If you have recently been made aware that SMA runs in your family, or have noticed symptoms that might indicate SMA in you or your child, speak to your doctor for more information about testing. Symptoms to keep an eye out for include:
- Muscle weakness and/or low muscle tone in the arms, legs, torso, shoulders, and/or hips — children may seem ‘floppy’
- Poor head control
- Difficulty breathing, swallowing or sucking
- Weak cry or cough
- Cannot sit or roll independently (0–6 months)
- Cannot stand or walk (7–18 months) or loss of the ability to walk (18+ months)
- Scoliosis (a curved spine)
- Tremors or twitching
If SMA is suspected, a blood test will be requested, which will look for the presence or absence of the SMN1 gene. If the SMN1 gene is absent, SMA can be diagnosed.

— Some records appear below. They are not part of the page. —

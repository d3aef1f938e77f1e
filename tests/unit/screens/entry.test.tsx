import { cleanup, screen, waitFor } from '@testing-library/react';
import userEvent from '@testing-library/user-event';
import { afterEach, beforeEach, describe, expect, test } from 'vitest';
import { CrewPhone } from '#tests/unit/screens/crew-phone.tsx';

// An entry's page and the tasks' on the real replica over a real (in-memory) IndexedDB.

const user = userEvent.setup();
let crew: CrewPhone;

beforeEach(async () => {
  crew = await CrewPhone.open();
});
afterEach(() => {
  cleanup();
  crew.phone.cutPower();
});

const press = async (name: string | RegExp) => user.click(await screen.findByRole('button', { name }));
const entry = () => crew.replica.view().all('entry')[0]!;
const task = () => crew.replica.view().find('task', crew.taskId)!;

async function holdEntry() {
  const { replica, boatId, stageId } = crew;
  const entryId = replica.newId();
  const hours = [{ personId: replica.view().me.personId, minutes: 60 }];
  const written = { entryId, boatId, stageId, workDate: '2026-06-01', text: 'Reefed', spoken: false, hours };
  await replica.hold('entry.write', written);
  return entryId;
}

describe("an entry's page", () => {
  test('strikes only with a reason, and brings back', async () => {
    crew.show(`/entry/${await holdEntry()}`);
    await press('Strike it');
    await user.click(screen.getAllByRole('button', { name: 'Strike it' }).at(-1)!);
    expect(screen.getByText('Write the reason in a few words.')).toBeTruthy();
    expect(entry().struck).toBeNull();
    await user.type(screen.getByRole('textbox', { name: /^Why is it struck/ }), 'wrong boat');
    await user.click(screen.getAllByRole('button', { name: 'Strike it' }).at(-1)!);
    await waitFor(() => expect(entry().struck?.why).toBe('wrong boat'));
    await press('Bring it back');
    await user.type(screen.getByRole('textbox', { name: /^Why is it brought back/ }), 'it was right');
    await user.click(screen.getAllByRole('button', { name: 'Bring it back' }).at(-1)!);
    await waitFor(() => expect(entry().struck).toBeNull());
  });

  test('changes hours only with a reason, and keeps the old figure', async () => {
    crew.show(`/entry/${await holdEntry()}`);
    await press('Change the hours');
    await press('A quarter hour more');
    await press('Change it');
    expect(entry().hours[0]!.minutes).toBe(60);
    await user.type(screen.getByRole('textbox', { name: 'Why do they change?' }), 'cleaned up too');
    await press('Change it');
    await waitFor(() => expect(entry().hours[0]!.minutes).toBe(75));
    expect(await screen.findByText('Why: cleaned up too')).toBeTruthy();
  });

  test('keeps words that were begun while the sheet was shut, or the phone', async () => {
    const entryId = await holdEntry();
    crew.show(`/entry/${entryId}`);
    await press('Change the words');
    await user.type(screen.getByRole('textbox', { name: 'The words' }), ' the port seams');
    await waitFor(() => expect(crew.replica.draft.read(`words/${entryId}`)).toBe('Reefed the port seams'));
    await crew.dieAndStart();
    crew.show(`/entry/${entryId}`);
    await press('Change the words');
    await press('Change it');
    await waitFor(() => expect(entry().text).toBe('Reefed the port seams'));
  });

  test('of one that is not here says so', async () => {
    crew.show(`/entry/${crew.replica.newId()}`);
    expect(await screen.findByText(/is not on this device/)).toBeTruthy();
  });
});

describe('the tasks', () => {
  test('are started, ticked off and taken back', async () => {
    crew.show('/tasks');
    await press('Start: Draw the screws');
    expect(await screen.findByText(/^Started by you/)).toBeTruthy();
    await press('Tick off: Draw the screws');
    await waitFor(() => expect(task().done).toBe(true));
    await press('Undo');
    await waitFor(() => expect(task().done).toBe(false));
    expect(task().marks[0]!.takenBack).not.toBeNull();
  });

  test('get a new one, which says what is missing when it has no words', async () => {
    crew.show('/tasks');
    await press('Add the task');
    expect(await screen.findByText('Write what is to be done.')).toBeTruthy();
    await user.type(
      screen.getByRole('textbox', { name: 'Something else to be done here' }),
      'Bag the screws',
    );
    await press('Add the task');
    expect(await screen.findByRole('button', { name: 'Tick off: Bag the screws' })).toBeTruthy();
    expect(crew.replica.view().all('task')).toHaveLength(2);
  });
});

test('what is held is listed, and goes when it is sent', async () => {
  crew.phone.network = { ...crew.phone.network, isUp: false };
  await holdEntry();
  crew.show('/held');
  expect(await screen.findByText('Held, not sent yet (1)')).toBeTruthy();
  await press('Send now');
  expect(await screen.findByText(/^No way to the server just now/)).toBeTruthy();
  crew.phone.network = { ...crew.phone.network, isUp: true };
  await press('Send now');
  expect(await screen.findByText(/^Nothing is held/)).toBeTruthy();
  expect(await screen.findByText(/^Kept/)).toBeTruthy();
});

If the gene is present, other diagnostic tests will take place to rule out rare forms of SMA caused by changes to different genes, and other neuromuscular conditions. In two to five per cent of patients with SMA, the SMN1 gene is not missing, just inactive. Testing for this is more complicated and may take some time.

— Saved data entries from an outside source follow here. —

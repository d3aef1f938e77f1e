import { useState } from 'react';
import { TextBox } from '#src/components/text-box.tsx';
import { useHold } from '#src/replica/hooks.tsx';
import { AmendSheet } from '#src/routes/alongside/entry/amend-sheet.tsx';
import { whyOf } from '#src/routes/alongside/entry/why-of.ts';
import type { ChangeProps } from '#src/routes/alongside/entry/change-sheets.tsx';
import { tooLongWords } from '#src/routes/alongside/log/entry-draft.ts';
import { useDraft } from '#src/routes/alongside/use-draft.ts';

/** Other words for an entry; what is typed is kept until it is done, and the earlier words stay in its history. */
export function WordsSheet({ page, onClose }: ChangeProps) {
  const { id, text: standing } = page.row;
  const { draft, change, clear } = useDraft(`words/${id}`, (kept) => readWords(kept) ?? standing);
  const [why, setWhy] = useState('');
  const hold = useHold();

  function confirm() {
    if (tooLongWords(draft)) return;
    if (draft.trim() === standing.trim()) return void clear().then(onClose);
    const set = { text: draft.trim() };
    hold.mutate(
      { kind: 'entry.amend', data: { entryId: id, set, ...whyOf(why) } },
      { onSuccess: () => void clear().then(onClose) },
    );
  }

  return (
    <AmendSheet
      title="Change the words"
      onClose={onClose}
      why={why}
      onWhy={setWhy}
      onConfirm={confirm}
      failure={hold.error?.message}
    >
      <TextBox
        label="The words"
        hint="The earlier words stay in the history."
        rows={5}
        value={draft}
        onChange={change}
        problem={tooLongWords(draft)}
      />
    </AmendSheet>
  );
}

function readWords(kept: unknown): string | undefined {
  return typeof kept === 'string' ? kept : undefined;
}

The healthcare professional simply needs to take a blood sample. Some discomfort may be felt as part of standard blood test procedures.

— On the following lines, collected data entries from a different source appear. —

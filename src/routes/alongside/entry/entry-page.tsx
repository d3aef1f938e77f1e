import { useState } from 'react';
import { useParams } from 'react-router-dom';
import { BackBar } from '#src/components/back-bar.tsx';
import { BUNG_WORDS, BungMark } from '#src/components/bung-mark.tsx';
import { Empty } from '#src/components/empty.tsx';
import { Page } from '#src/components/page.tsx';
import { useRead } from '#src/replica/hooks.tsx';
import { HoursByPerson } from '#src/routes/alongside/entry-parts.tsx';
import { Additions } from '#src/routes/alongside/entry/additions.tsx';
import { ChangeSheets, type Change } from '#src/routes/alongside/entry/change-sheets.tsx';
import { EntryKeys } from '#src/routes/alongside/entry/entry-keys.tsx';
import { EntryHistory } from '#src/routes/alongside/entry/entry-history.tsx';
import { LooseEnds } from '#src/routes/alongside/entry/loose-ends.tsx';
import { readEntryPage, type EntryPage } from '#src/routes/alongside/entry/read-entry-page.ts';
import { RecordBar } from '#src/shell/record-bar.tsx';
import { capital } from '#src/words/who.ts';

/** An entry in full: its words, what was said about it since, and what this person may do with it. */
export default function EntryPageScreen() {
  const { id = '' } = useParams();
  const page = useRead(['entry', id], (view) => readEntryPage(view, id));
  const [change, setChange] = useState<Change | null>(null);
  return (
    <Page
      bars={
        <>
          <title>Entry · Ribband</title>
          <BackBar
            isCoaming
            title={page ? page.day : 'Entry'}
            subTitle={page?.where}
            to="/alongside"
            backWord="Back to Alongside"
          />
          <RecordBar />
        </>
      }
    >
      {page ? (
        <>
          <Body page={page} />
          <EntryKeys page={page} onChoose={setChange} />
          <EntryHistory history={page.history} />
          {change && <ChangeSheets page={page} change={change} onClose={() => setChange(null)} />}
        </>
      ) : (
        <Empty>This entry is not on this device. It may not have come yet, or it is not yours to see.</Empty>
      )}
    </Page>
  );
}

function Body({ page }: { page: EntryPage }) {
  const { line } = page;
  return (
    <div className="grid gap-3 bg-plank px-4 py-5 md:px-6">
      <p className="flex items-center gap-2 text-slate">
        <BungMark mark={line.mark} word="" />
        {stateWords(line)}
      </p>
      <p
        className={`text-[20px] leading-snug break-words whitespace-pre-line ${line.struck ? 'line-through' : ''}`}
      >
        {line.words.trim() || 'Hours alone, no words.'}
      </p>
      <p>
        <span className="font-semibold">{capital(line.author)}</span>
        {line.hours.length > 0 && ' · '}
        <HoursByPerson hours={line.hours} author={line.author} />
      </p>
      {line.flags.length > 0 && <p className="text-slate">{line.flags.join(' · ')}</p>}
      {line.struck && <p className="font-semibold">{line.struck}</p>}
      <Additions entryId={line.id} additions={line.additions} />
      {line.ends.length > 0 && (
        <div className="grid gap-4 pt-3">
          <h2 className="text-[20px] leading-tight font-bold">Loose ends</h2>
          <LooseEnds page={page} />
        </div>
      )}
    </div>
  );
}

function stateWords({ mark, isHeld }: EntryPage['line']): string {
  const words = capital(BUNG_WORDS[mark]);
  return isHeld && mark !== 'held' ? `${words}, ${BUNG_WORDS.held}` : words;
}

From 1 November 2023, genetic carrier screening for SMA, Cystic Fibrosis and Fragile X syndrome was made freely available through Medicare to Australians who are pregnant or planning a pregnancy and their reproductive partner, helping them to make more informed reproductive choices. For those people who do not meet these Medicare criteria, testing is available at a cost. Speak to your testing provider for further information.